Aurigo Software Technologies, Inc.
- Company type: Private
- Industry: Enterprise software
- Founded: January 2003
- Founder: Balaji Sreenivasan
- Headquarters: Austin, Texas, United States
- Key people: Balaji Sreenivasan (CEO)
- Services: Construction software; Capital program management software;
- Number of employees: 600 (2025)
- Website: www.aurigo.com

= Aurigo Software =

American software company

Aurigo Software Technologies, Inc. is an American software company that provides capital program management software. It was founded in 2003 and is headquartered in Austin, Texas.

==History==
Aurigo Software was founded in January 2003 by Balaji Sreenivasan, an alumnus of the National Institute of Technology, Tiruchirappalli, and the University of Florida, Gainesville. Its software was reported to be primarily used for capital program and project management by government agencies managing public infrastructure in the United States and Canada.

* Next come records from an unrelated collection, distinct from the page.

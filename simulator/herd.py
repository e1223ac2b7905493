"""A seeded, iterable synthetic herd: behaviour schedules -> collar signals -> frames.

>>> from simulator.herd import Herd
>>> herd = Herd(n_animals=3, scenario="housed", seed=7)
>>> frames = herd.take(6)
>>> [f.collar_id for f in frames][:3], frames[0].acc.shape
(['C0002', 'C0003', 'C0001'], (10, 3))
>>> bool(all(a.t_end <= b.t_end + 1.0 for a, b in zip(frames, frames[1:])))
True

``iter(herd)`` yields :class:`gateway.types.Frame` in the order the gateway would receive
them (by the true time each frame is sent, across collars). ``herd.take(n)`` returns a list.
Ground truth sits beside it: :meth:`Herd.observations` (behaviour intervals per animal),
:attr:`Herd.assignments` (collar <-> animal), :attr:`Herd.events` (injected health events),
:meth:`Herd.budgets` (minutes per behaviour per day).

Generation is vectorised across collars and samples, in blocks of true time. With
``shard=(k, p)`` a herd makes only the collars ``i % p == k``: every animal's signal is the
same in any shard (see simulator.rand), which is how several processes share a large herd;
``collars=[...]`` picks an explicit subset the same way.
"""

from __future__ import annotations

import math
from collections.abc import Iterator
from dataclasses import dataclass, fields
from datetime import UTC, datetime
from itertools import islice

import numpy as np

from gateway.errors import ConfigError
from gateway.types import BEHAVIOURS, Frame

from . import health, rand, sensor
from .schedule import (
    BEHAVIOUR_OF_STATE,
    DAY_S,
    SCENARIOS,
    Schedule,
    ScheduleBuilder,
    State,
)
from .signal import MOTION_G, draw_signal_traits, neck_acceleration

__all__ = ["DEFAULT_START", "FrameBlock", "Herd", "SCENARIO_CHOICES", "animal_id", "collar_id"]

# 2026-03-01T00:00:00Z: a fixed default so a seed alone reproduces a herd
DEFAULT_START = 1772323200.0
SCENARIO_CHOICES = ("housed", "pasture", "mixed")
_MAX_SAMPLES_PER_BLOCK = 1_500_000
_STREAM_REFIT = 51


def animal_id(i: int) -> str:
    """Animal id of herd index ``i`` (0-based): cow-001, cow-002, ..."""
    return f"cow-{i + 1:03d}"


def collar_id(i: int) -> str:
    """Collar id of collar index ``i`` (0-based): C0001, C0002, ..."""
    return f"C{i + 1:04d}"


def _iso(t: float) -> str:
    return datetime.fromtimestamp(t, UTC).strftime("%Y-%m-%dT%H:%M:%SZ")


@dataclass
class FrameBlock:
    """Frames of many collars over one stretch of true time, sorted by send time.

    ``row`` indexes the herd's local collars, ``seq`` the collar's frame counter, ``sent``
    the true unix time the frame left the collar, ``t`` the collar-clock time of its first
    sample, ``acc`` float32 ``[F, n, 3]``, ``battery_v`` volts.
    """

    row: np.ndarray
    seq: np.ndarray
    sent: np.ndarray
    t: np.ndarray
    acc: np.ndarray
    battery_v: np.ndarray

    def __len__(self) -> int:
        return int(self.row.shape[0])
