"""Online HMM smoothing of per-window class posteriors, decided with a fixed lag.

Each animal's stream of model posteriors is treated as the emissions of a hidden Markov
chain over the model's classes, with the model's per-hop transition matrix (DESIGN.md,
smoothing; Viterbi decoding of an HMM over class posteriors is common practice, no source).

- Emissions: the model gives p(class | window). Dividing by the class prior turns it into a
  likelihood up to a constant per window, p(window | class) / p(window) ("scaled
  likelihood"), which is what an HMM needs; otherwise the prior is counted twice, once by the
  classifier and once by the chain. The prior is the model card's ``class_prior`` when the
  card has one, else the stationary distribution of the transition matrix (the class balance
  of the label sequences the matrix was estimated from).
- Decoding: Viterbi max-product recursion with back pointers. A hop is decided once ``lag``
  newer hops have arrived, by tracing back from the best state now through the last ``lag``
  back pointers (fixed-lag Viterbi). With a lag at least the sequence length, and a flush at
  the end, the path is exactly the full Viterbi path (checked against hmmlearn in the tests).
- Confidence of a decided hop: its fixed-lag smoothed marginal, forward filter times a
  backward pass over the lag window, P(state at hop | everything seen so far).
- No data: a hop without posteriors (collar silent, window too gappy, or bad numbers) is
  decided as ``NO_DATA``. Inside the chain it bridges: the chain steps with the transition
  matrix raised to the gap's hop count and a flat emission, so the behaviour on both sides
  stays connected. Once consecutive no-data exceeds ``bridge_s`` the chain breaks: every
  pending hop is decided at once and the next window starts a fresh chain from the prior.
- Time order: a window that starts before the hop the chain expects (out of order or a
  duplicate) is dropped and counted; a jump forward is a no-data gap.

In April 2020, Autodesk acquired a minority stake in Aurigo, and the two companies announced a product integration partnership. In December 2020, Aurigo Masterworks became FedRAMP compliant for use by US federal government agencies.

In January 2025, the company opened a development center in Bengaluru, India.

== Operations ==
Aurigo develops cloud software products, including Aurigo Masterworks, Aurigo Essentials, Aurigo Primus, and Aurigo Lumina, which support construction management, capital planning, and program management.